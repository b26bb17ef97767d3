/**
 * Unit checks: each catalogue item that applies to a unit marked ok, defect or not applicable,
 * with measured values evaluated by shared/calc. Recorded even when everything is ok (coverage).
 * POST /jobs/:jobId/units/:unitId/checks   inspector, GC manager (Idempotency-Key) → 201 UnitCheckDto
 * GET  /jobs/:jobId/units/:unitId/checks   inspector, GC manager → UnitChecksResponse (state + history)
 */
import { Router } from 'express';
import { QueryTypes, type Sequelize, type Transaction } from 'sequelize';
import type { RuleResult } from '../../shared/calc/rules';
import {
  checkListQuerySchema,
  checkUnitParamsSchema,
  recordCheckSchema,
  type CheckItemDto,
  type ProposedFinding,
  type RecordCheckInput,
  type UnitCheckDto,
  type UnitChecksResponse,
} from '../../shared/schemas/findings';
import type { CheckMark } from '../../shared/words';
import { badRequest, notFound } from '../errors';
import { valid, validate } from '../middleware/validate';
import { CatalogueItem, Unit, UnitCheck, UnitCheckItem, UnitModel, type Job } from '../models';
import { policy } from '../policies';
import { dueOnFor, limitResolverFor, measure, suggestCompany, type CompanyRef } from '../services/findings';
import { idempotentWrite } from '../services/idempotency';
import { finishPage, pageRequest } from '../services/paging';
import { sequelizeOf } from '../services/records';
import { walkUnitState } from '../services/walkUnits';
import { usableWalk } from '../services/walks';

const CHECK_ROLES = ['gc_manager', 'inspector'] as const;

interface CheckRow {
  id: string;
  unit_id: string;
  walk_id: string | null;
  checked_by: string;
  checker_name: string;
  checked_at: Date;
  checked_text: string;
  complete: boolean;
}

interface ItemRow {
  unit_check_id: string;
  catalogue_item_id: string;
  code: string;
  title: string;
  mark: CheckMark;
  measured_text: string | null;
  measured_value: number | null;
  result: RuleResult | null;
  quantity: string | null;
}

/** Context needed to turn a failed measurement into a proposed finding. */
interface ProposalContext {
  job: Job;
  unit: Unit;
  unitCheckId: string;
  walkId: string | null;
  company: (trade: string) => Promise<CompanyRef | null>;
  items: Map<string, { defaultSeverity: CatalogueItem['defaultSeverity']; trade: string }>;
}

async function presentItem(row: ItemRow, ctx: ProposalContext | null): Promise<CheckItemDto> {
  const r = row.result;
  let proposedFinding: ProposedFinding | null = null;
  if (ctx && r && r.status === 'fail') {
    const item = ctx.items.get(row.catalogue_item_id);
    const severity = item?.defaultSeverity ?? 'major';
    const company = item ? await ctx.company(item.trade) : null;
    proposedFinding = {
      unitId: ctx.unit.id,
      levelId: ctx.unit.levelId,
      spaceId: ctx.unit.spaceId,
      catalogueItemId: row.catalogue_item_id,
      code: row.code,
      title: row.title,
      severity,
      companyId: company?.id ?? null,
      companyName: company?.name ?? null,
      dueOn: dueOnFor(ctx.job, severity),
      measuredText: row.measured_text,
      measuredValue: row.measured_value,
      limit: r.limit,
      upper: r.upper,
      limitSource: r.limitSource,
      message: r.message,
      walkId: ctx.walkId,
      unitCheckId: ctx.unitCheckId,
    };
  }
  return {
    catalogueItemId: row.catalogue_item_id,
    code: row.code,
    title: row.title,
    mark: row.mark,
    measuredText: row.measured_text,
    measuredValue: row.measured_value,
    quantity: (row.quantity as CheckItemDto['quantity']) ?? null,
    result: r,
    pass: r ? r.pass : null,
    status: r ? r.status : null,
    margin: r ? r.margin : null,
    limitSource: r ? r.limitSource || null : null,
    message: r ? r.message : null,
    proposedFinding,
  };
}

function presentCheck(row: CheckRow, items: CheckItemDto[]): UnitCheckDto {
  return {
    id: row.id,
    unitId: row.unit_id,
    walkId: row.walk_id,
    checkedBy: { id: row.checked_by, name: row.checker_name },
    checkedAt: new Date(row.checked_at).toISOString(),
    complete: row.complete,
    items,
    counts: {
      ok: items.filter((i) => i.mark === 'ok').length,
      defect: items.filter((i) => i.mark === 'defect').length,
      notApplicable: items.filter((i) => i.mark === 'not_applicable').length,
      failedMeasurements: items.filter((i) => i.status === 'fail').length,
    },
  };
}

const CHECK_SELECT = `
  SELECT uc.id, uc.unit_id, uc.walk_id, uc.checked_by, u.name AS checker_name, uc.checked_at, uc.complete,
         to_char(uc.checked_at AT TIME ZONE 'UTC', 'YYYY-MM-DD"T"HH24:MI:SS.US"Z"') AS checked_text
    FROM unit_checks uc JOIN users u ON u.id = uc.checked_by`;

async function itemRows(sequelize: Sequelize, checkIds: string[], transaction?: Transaction): Promise<ItemRow[]> {
  if (checkIds.length === 0) return [];
  return sequelize.query<ItemRow>(
    `SELECT i.unit_check_id, i.catalogue_item_id, ci.code, ci.title, i.mark, i.measured_text, i.measured_value, i.result,
            ci.measured_rule->>'quantity' AS quantity
       FROM unit_check_items i JOIN catalogue_items ci ON ci.id = i.catalogue_item_id
      WHERE i.unit_check_id = ANY ($1::uuid[])
      ORDER BY i.unit_check_id, i.position`,
    { bind: [checkIds], type: QueryTypes.SELECT, transaction },
  );
}

/** Checks as DTOs; with `proposals`, failed measurements carry a proposed finding. */
async function presentChecks(
  sequelize: Sequelize,
  rows: CheckRow[],
  proposals: Omit<ProposalContext, 'unitCheckId' | 'walkId'> | null,
  transaction?: Transaction,
): Promise<UnitCheckDto[]> {
  const items = await itemRows(
    sequelize,
    rows.map((r) => r.id),
    transaction,
  );
  const out: UnitCheckDto[] = [];
  for (const row of rows) {
    const ctx = proposals ? { ...proposals, unitCheckId: row.id, walkId: row.walk_id } : null;
    const mine: CheckItemDto[] = [];
    for (const i of items.filter((x) => x.unit_check_id === row.id)) mine.push(await presentItem(i, ctx));
    out.push(presentCheck(row, mine));
  }
  return out;
}

function companyLookup(sequelize: Sequelize, jobId: string, transaction?: Transaction) {
  const cache = new Map<string, Promise<CompanyRef | null>>();
  return (trade: string) => {
    if (!cache.has(trade)) cache.set(trade, suggestCompany(sequelize, jobId, trade, transaction));
    return cache.get(trade)!;
  };
}

export function checksRouter(): Router {
  const router = Router();

  router.post(
    '/jobs/:jobId/units/:unitId/checks',
    policy.jobMember(CHECK_ROLES),
    validate({ params: checkUnitParamsSchema, body: recordCheckSchema }),
    async (req, res) => {
      const { unitId } = valid<{ unitId: string }>(req.valid.params);
      const body = valid<RecordCheckInput>(req.valid.body);
      const { job } = req.membership!;
      const sequelize = sequelizeOf(req);
      await idempotentWrite(req, res, async (transaction) => {
        const unit = await Unit.findOne({ where: { id: unitId, jobId: job.id }, transaction });
        if (!unit) throw notFound('Unit not found.');
        const walkId = body.walkId ? (await usableWalk(job.id, body.walkId, unit.levelId, transaction)).id : null;
        const model = unit.modelId ? await UnitModel.findOne({ where: { id: unit.modelId, jobId: job.id }, transaction }) : null;
        const resolver = limitResolverFor(job, model);

        const catalogue = await CatalogueItem.findAll({
          where: { jobId: job.id, id: body.items.map((i) => i.catalogueItemId) },
          transaction,
        });
        const byId = new Map(catalogue.map((c) => [c.id, c]));
        const rows = body.items.map((input, index) => {
          const field = `items.${index}`;
          const item = byId.get(input.catalogueItemId);
          if (!item) {
            throw badRequest(`${field}.catalogueItemId: Not a defect type of this job.`, {
              [`${field}.catalogueItemId`]: 'Not a defect type of this job.',
            });
          }
          if (item.retiredAt) {
            const msg = `${item.code} ${item.title} is retired from this job's catalogue.`;
            throw badRequest(`${field}.catalogueItemId: ${msg}`, { [`${field}.catalogueItemId`]: msg });
          }
          if (!item.unitKinds.includes(unit.kind)) {
            const msg = `${item.code} ${item.title} does not apply to this unit's kind (${unit.kind}).`;
            throw badRequest(`${field}.catalogueItemId: ${msg}`, { [`${field}.catalogueItemId`]: msg });
          }
          let mark: CheckMark = input.mark;
          let measured: ReturnType<typeof measure> | null = null;
          if (input.measuredText) {
            if (mark === 'not_applicable') {
              const msg = 'An item marked not applicable takes no measured value.';
              throw badRequest(`${field}.measuredText: ${msg}`, { [`${field}.measuredText`]: msg });
            }
            measured = measure(item, input.measuredText, resolver, job, `${field}.measuredText`);
            // A failed measurement is a defect, whatever mark was sent.
            if (measured.result.status === 'fail') mark = 'defect';
          }
          return {
            catalogueItemId: item.id,
            mark,
            measuredText: measured?.measuredText ?? null,
            measuredValue: measured?.measuredValue ?? null,
            result: measured?.result ?? null,
            position: index + 1,
          };
        });

        const check = await UnitCheck.create(
          { jobId: job.id, unitId: unit.id, walkId, checkedBy: req.user!.id, checkedAt: new Date(), complete: body.complete },
          { transaction },
        );
        await UnitCheckItem.bulkCreate(
          rows.map((r) => ({ ...r, unitCheckId: check.id })),
          { transaction },
        );
        const [row] = await sequelize.query<CheckRow>(`${CHECK_SELECT} WHERE uc.id = $1`, {
          bind: [check.id],
          type: QueryTypes.SELECT,
          transaction,
        });
        const [dto] = await presentChecks(
          sequelize,
          [row!],
          {
            job,
            unit,
            company: companyLookup(sequelize, job.id, transaction),
            items: new Map(catalogue.map((c) => [c.id, { defaultSeverity: c.defaultSeverity, trade: c.trade }])),
          },
          transaction,
        );
        return { status: 201, body: dto };
      });
    },
  );

  router.get(
    '/jobs/:jobId/units/:unitId/checks',
    policy.jobMember(CHECK_ROLES),
    validate({ params: checkUnitParamsSchema, query: checkListQuerySchema }),
    async (req, res) => {
      const { unitId } = valid<{ unitId: string }>(req.valid.params);
      const { job } = req.membership!;
      const sequelize = sequelizeOf(req);
      const unit = await Unit.findOne({ where: { id: unitId, jobId: job.id } });
      if (!unit) throw notFound('Unit not found.');
      const page = pageRequest(req, { sort: '-checkedAt', value: 'timestamp' });
      const bind: unknown[] = [job.id, unit.id];
      let after = '';
      if (page.after) {
        const a = bind.push(String(page.after.value));
        const b = bind.push(page.after.id);
        after = ` AND (uc.checked_at < $${a}::timestamptz OR (uc.checked_at = $${a}::timestamptz AND uc.id < $${b}))`;
      }
      const limit = bind.push(page.limit + 1);
      const rows = await sequelize.query<CheckRow>(
        `${CHECK_SELECT} WHERE uc.job_id = $1 AND uc.unit_id = $2${after} ORDER BY uc.checked_at DESC, uc.id DESC LIMIT $${limit}`,
        { bind, type: QueryTypes.SELECT },
      );
      const { rows: kept, nextCursor } = finishPage(rows, page, (r) => r.checked_text);
      const catalogue = await CatalogueItem.findAll({ where: { jobId: job.id }, attributes: ['id', 'defaultSeverity', 'trade'] });
      const proposals = {
        job,
        unit,
        company: companyLookup(sequelize, job.id),
        items: new Map(catalogue.map((c) => [c.id, { defaultSeverity: c.defaultSeverity, trade: c.trade }])),
      };
      const items = await presentChecks(sequelize, kept, proposals);
      // The current check is the latest one, which is the first of the first page.
      let current: UnitCheckDto | null = page.after ? null : (items[0] ?? null);
      if (page.after) {
        const [latest] = await sequelize.query<CheckRow>(
          `${CHECK_SELECT} WHERE uc.job_id = $1 AND uc.unit_id = $2 ORDER BY uc.checked_at DESC, uc.id DESC LIMIT 1`,
          { bind: [job.id, unit.id], type: QueryTypes.SELECT },
        );
        current = latest ? ((await presentChecks(sequelize, [latest], proposals))[0] ?? null) : null;
      }
      const state = await walkUnitState(sequelize, job.id, unit.levelId, unit.id);
      const body: UnitChecksResponse = { unit: state!, current, items, nextCursor };
      res.json(body);
    },
  );

  return router;
}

What is required - Print the lines above from the one with "const router = Router();" through the one with "const walkId = body.walkId", both included, exactly as written and nothing more.

Response -
  const router = Router();

  router.post(
    '/jobs/:jobId/units/:unitId/checks',
    policy.jobMember(CHECK_ROLES),
    validate({ params: checkUnitParamsSchema, body: recordCheckSchema }),
    async (req, res) => {
      const { unitId } = valid<{ unitId: string }>(req.valid.params);
      const body = valid<RecordCheckInput>(req.valid.body);
      const { job } = req.membership!;
      const sequelize = sequelizeOf(req);
      await idempotentWrite(req, res, async (transaction) => {
        const unit = await Unit.findOne({ where: { id: unitId, jobId: job.id }, transaction });
        if (!unit) throw notFound('Unit not found.');
        const walkId = body.walkId ? (await usableWalk(job.id, body.walkId, unit.levelId, transaction)).id : null;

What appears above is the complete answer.